What this task involves: From the listing below, tally the lines that include "first". Return only the total.

Data records:
++++++++++++++++++++

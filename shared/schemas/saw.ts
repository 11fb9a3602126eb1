import { z } from 'zod';
import { text } from './text';

/**
 * A saw the shop cuts sheet goods on, kept per shop in Shop settings, and the profile a nest is bounded by: no fence
 * setting above its rip capacity, no cut longer than its crosscut capacity (where that applies), no piece larger
 * than it takes, at most its number of stages of cuts, the first stage the way it is used, and never a strip
 * narrower than its safe minimum between blade and fence. All lengths are mm.
 */
export const SAW_KINDS = ['table-saw', 'sliding-table-saw', 'panel-saw', 'track-saw', 'other'] as const;
export type SawKind = (typeof SAW_KINDS)[number];

export const SAW_KIND_LABELS: Record<SawKind, string> = {
  'table-saw': 'Table saw',
  'sliding-table-saw': 'Sliding table saw',
  'panel-saw': 'Panel saw',
  'track-saw': 'Track saw',
  other: 'Other',
};

/** Stages of cuts a saw is used with: 2, 3, 4, or null for any number. */
export const SAW_STAGE_CHOICES = [2, 3, 4] as const;

const mm = (what: string, min: number, max: number) =>
  z
    .number({ error: `${what} must be a length in mm.` })
    .finite(`${what} must be a finite length.`)
    .min(min, min === 0 ? `${what} cannot be negative.` : `${what} must be more than ${min} mm.`)
    .max(max, `${what} over ${max} mm looks like a slipped unit.`);

const capacity = (what: string) => mm(what, 1, 20_000).nullable().default(null);

const sawObject = z.object({
  kind: z.enum(SAW_KINDS, { error: 'The kind is a table saw, sliding table saw, panel saw, track saw, or the shop’s own name.' }),
  /** With kind `other`: what the shop calls it (a band saw, a beam saw…). */
  kindName: text().max(60, 'At most 60 characters.').nullable().default(null),
  name: text().min(1, 'Name the saw.').max(80, 'At most 80 characters.'),
  kerf: mm('The kerf', 0, 20),
  /** The widest fence setting, blade to fence; null when the saw has no fence to set (a track saw). */
  ripCapacity: capacity('The rip capacity'),
  /**
   * The longest cut on the sled or carriage; a track saw's is its track's length and bounds every cut it makes.
   * Null: no limit the shop needs to keep to.
   */
  crosscutCapacity: capacity('The crosscut capacity'),
  /** The largest piece the saw takes (its longer and its shorter side); null: any. */
  maxPieceLength: capacity('The largest piece’s length'),
  maxPieceWidth: capacity('The largest piece’s width'),
  /** The most stages of cuts (a stage: the cuts of one direction on a piece); null: any number. */
  maxStages: z
    .union([z.literal(2), z.literal(3), z.literal(4)], { error: 'The stages are 2, 3, 4, or any.' })
    .nullable()
    .default(null),
  /** `rip`: the first stage cuts along the stock's length (strips); `crosscut`: across it. */
  firstStage: z.enum(['rip', 'crosscut'], { error: 'The first stage is rips or crosscuts.' }).default('rip'),
  /** The narrowest strip left between blade and fence for a safe rip (the saw's manual decides). 0: no rule. */
  minFenceWidth: mm('The minimum width between blade and fence', 0, 300),
});

function checkSaw(s: z.output<typeof sawObject>, ctx: z.RefinementCtx) {
  if (s.kind === 'other' && !s.kindName) ctx.addIssue({ code: 'custom', message: 'Say what kind of saw it is.', path: ['kindName'] });
  if (s.maxPieceLength !== null && s.maxPieceWidth !== null && s.maxPieceWidth > s.maxPieceLength + 1e-6) {
    ctx.addIssue({ code: 'custom', message: 'Give the largest piece’s longer side as its length.', path: ['maxPieceWidth'] });
  }
}

export const sawSchema = sawObject.superRefine(checkSaw);

export type Saw = z.output<typeof sawSchema>;
export type SawInput = z.input<typeof sawSchema>;

/** A saw as a nest request and a saved plan carry it: the whole profile (so a saved plan keeps it), and its id. */
export const nestSawSchema = sawObject.extend({ id: z.string().max(100).optional() }).superRefine(checkSaw);
export type NestSaw = z.output<typeof nestSawSchema>;

/** A saw's kind as people say it: the shop's own name for `other`. */
export const sawKindText = (s: Pick<Saw, 'kind' | 'kindName'>) => (s.kind === 'other' ? s.kindName || 'Other saw' : SAW_KIND_LABELS[s.kind]);
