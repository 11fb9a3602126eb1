import { z } from 'zod';
import { lengthFromNumber, parseLength, type LengthUnit } from '@/lib/units/parse-length';

export const lengthUnitSchema = z.enum(['in', 'mm'], { error: 'The unit for bare numbers is "in" or "mm".' });

/** How a shop reads and writes lengths. `feet` shows lengths of a foot or more as 2′ 3-1/2″. */
export const shopUnitsSchema = z.discriminatedUnion(
  'system',
  [
    z.object({
      system: z.literal('imperial'),
      precision: z.union([z.literal(16), z.literal(32)], { error: 'Imperial precision is the fraction denominator: 16 or 32.' }),
      feet: z.boolean().default(false),
    }),
    z.object({
      system: z.literal('metric'),
      precision: z.union([z.literal(0.5), z.literal(1)], { error: 'Metric precision is the step in mm: 0.5 or 1.' }),
      feet: z.boolean().default(false),
    }),
  ],
  { error: 'The unit system is "imperial" or "metric".' },
);
export type ShopUnits = z.infer<typeof shopUnitsSchema>;

/** The unit a shop's bare numbers are read in. */
export const shopLengthUnit = (units: ShopUnits): LengthUnit => (units.system === 'imperial' ? 'in' : 'mm');

/**
 * A length field: takes what a person typed (any form `parseLength` reads) or a number in the shop's
 * unit, and yields mm; a refusal carries the parser's message, so forms show it as is.
 */
export const lengthInput = (unit: LengthUnit) =>
  z.union([z.string(), z.number()], { error: 'Enter a length.' }).transform((value, ctx) => {
    const parsed = typeof value === 'number' ? lengthFromNumber(value, unit) : parseLength(value, { unit });
    if (parsed.ok) return parsed.mm;
    ctx.addIssue({ code: 'custom', message: parsed.error, input: value });
    return z.NEVER;
  });
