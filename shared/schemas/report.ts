import { z } from 'zod';
import { periodStart, REPORT_PERIODS, shopDay } from '@/lib/dates/shop-time';

const day = z
  .string()
  .trim()
  .regex(/^\d{4}-\d{2}-\d{2}$/, 'Write the day as YYYY-MM-DD, such as 2026-11-30.')
  .refine(
    (d) => !Number.isNaN(Date.parse(`${d}T00:00:00Z`)) && new Date(`${d}T00:00:00Z`).toISOString().slice(0, 10) === d,
    'That day is not on the calendar.',
  );

/** A report's filters as they stand in its URL: every one optional, so a bare URL shows the last twelve months. */
export const reportQuerySchema = z.object({
  from: day.optional().or(z.literal('').transform(() => undefined)),
  to: day.optional().or(z.literal('').transform(() => undefined)),
  by: z.enum(REPORT_PERIODS, { error: 'Group by week or month.' }).default('month'),
  material: z
    .string()
    .trim()
    .max(200)
    .optional()
    .transform((m) => m || undefined),
  /** One customer's work, or one job's (by id). */
  customer: z
    .uuid({ error: 'Pick a customer from the list.' })
    .optional()
    .or(z.literal('').transform(() => undefined)),
  job: z
    .uuid({ error: 'Pick a job from the list.' })
    .optional()
    .or(z.literal('').transform(() => undefined)),
});
export type ReportQuery = z.infer<typeof reportQuerySchema>;

/** The longest range a report groups: ten years of weeks is already 520 bars. */
const MAX_RANGE_DAYS = 3660;

/**
 * The filter's days, with the defaults filled in on the shop's clock: up to today, from the start of the month
 * eleven months back (by month) or of the week twelve weeks back (by week). Refuses a range that runs backwards.
 */
export function reportRange(
  q: ReportQuery,
  timeZone: string,
  now = new Date(),
): { from: string; to: string; by: ReportQuery['by'] } | { error: string } {
  const to = q.to ?? shopDay(now, timeZone);
  let from = q.from;
  if (!from) {
    const end = new Date(`${to}T00:00:00Z`);
    if (q.by === 'month') end.setUTCMonth(end.getUTCMonth() - 11, 1);
    else end.setUTCDate(end.getUTCDate() - 7 * 12);
    from = periodStart(end.toISOString().slice(0, 10), q.by);
  }
  if (from > to) return { error: `The range runs backwards: ${from} is after ${to}.` };
  const days = (Date.parse(`${to}T00:00:00Z`) - Date.parse(`${from}T00:00:00Z`)) / 86_400_000;
  if (days > MAX_RANGE_DAYS) return { error: 'A report covers at most ten years: narrow the range.' };
  return { from, to, by: q.by };
}
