/** Re-cuts: parts damaged at the saw, on their job's list until they are cut again or cancelled. */
import { z } from 'zod';
import { text } from './text';

export const RECUT_STATUSES = ['open', 'planned', 'cut', 'spoiled', 'cancelled'] as const;
export type RecutStatus = (typeof RECUT_STATUSES)[number];

export const RECUT_STATUS_LABELS: Record<RecutStatus, string> = {
  open: 'To re-cut',
  planned: 'In a released plan',
  cut: 'Cut',
  spoiled: 'Damaged again',
  cancelled: 'Cancelled',
};

export const cancelRecutSchema = z.strictObject({
  reason: text({ multiline: true })
    .min(1, 'Say why this re-cut is not needed (made from scrap, customer changed it…).')
    .max(500, 'At most 500 characters.'),
});

/** Which parts a Nest takes: the job's cut list, or only its open re-cuts. */
export const nestForSchema = z.enum(['cut-list', 'recuts'], { error: 'Nest the "cut-list" or the "recuts".' });
export type NestFor = z.infer<typeof nestForSchema>;

/** One re-cut as the job's list shows it. Lengths in mm. */
export interface RecutView {
  id: string;
  label: string;
  instance: number;
  quantity: number;
  length: number;
  width: number;
  thickness: number;
  material: string;
  grain: 'along-length' | 'any';
  reason: string;
  status: RecutStatus;
  sourcePlan: { id: string; name: string } | null;
  recutPlan: { id: string; name: string } | null;
  createdAt: string;
  createdBy: string | null;
  closedAt: string | null;
  closedBy: string | null;
  cancelReason: string;
}
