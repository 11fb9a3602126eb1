import { z } from 'zod';
import { answerQuote, QUOTE_TOKEN } from '@/db/queries/quote-answers';
import { clientAddress } from '@/lib/api/limit';
import { ANYONE, route } from '@/lib/api/route';
import { countingFailedLinks, throttlePublicRequest } from '@/lib/api/throttle';
import { wakeMailSender } from '@/lib/mail/service';
import { quoteAnswerSchema } from '@/shared/schemas/quote-answer';

// POST /api/q/:token/answer – public (the customer's link): accept with a typed full name, or decline with a reason
export const POST = route(
  { permission: ANYONE, params: z.object({ token: z.string().regex(QUOTE_TOKEN) }), body: quoteAnswerSchema },
  async ({ req, db, params, body }) => {
    await throttlePublicRequest(req, 'quote-page');
    const quote = await countingFailedLinks(req, () => answerQuote(db, params.token, body, clientAddress(req.headers)));
    wakeMailSender();
    // What changed, not the quote again: the page reloads to show it.
    return {
      state: quote.state,
      answeredAt: quote.answeredAt,
      acceptedName: quote.revision.acceptedName,
      declineReason: quote.revision.declineReason,
      paymentClosed: quote.paymentClosed,
    };
  },
);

++++++++++++++++++++

Result: 3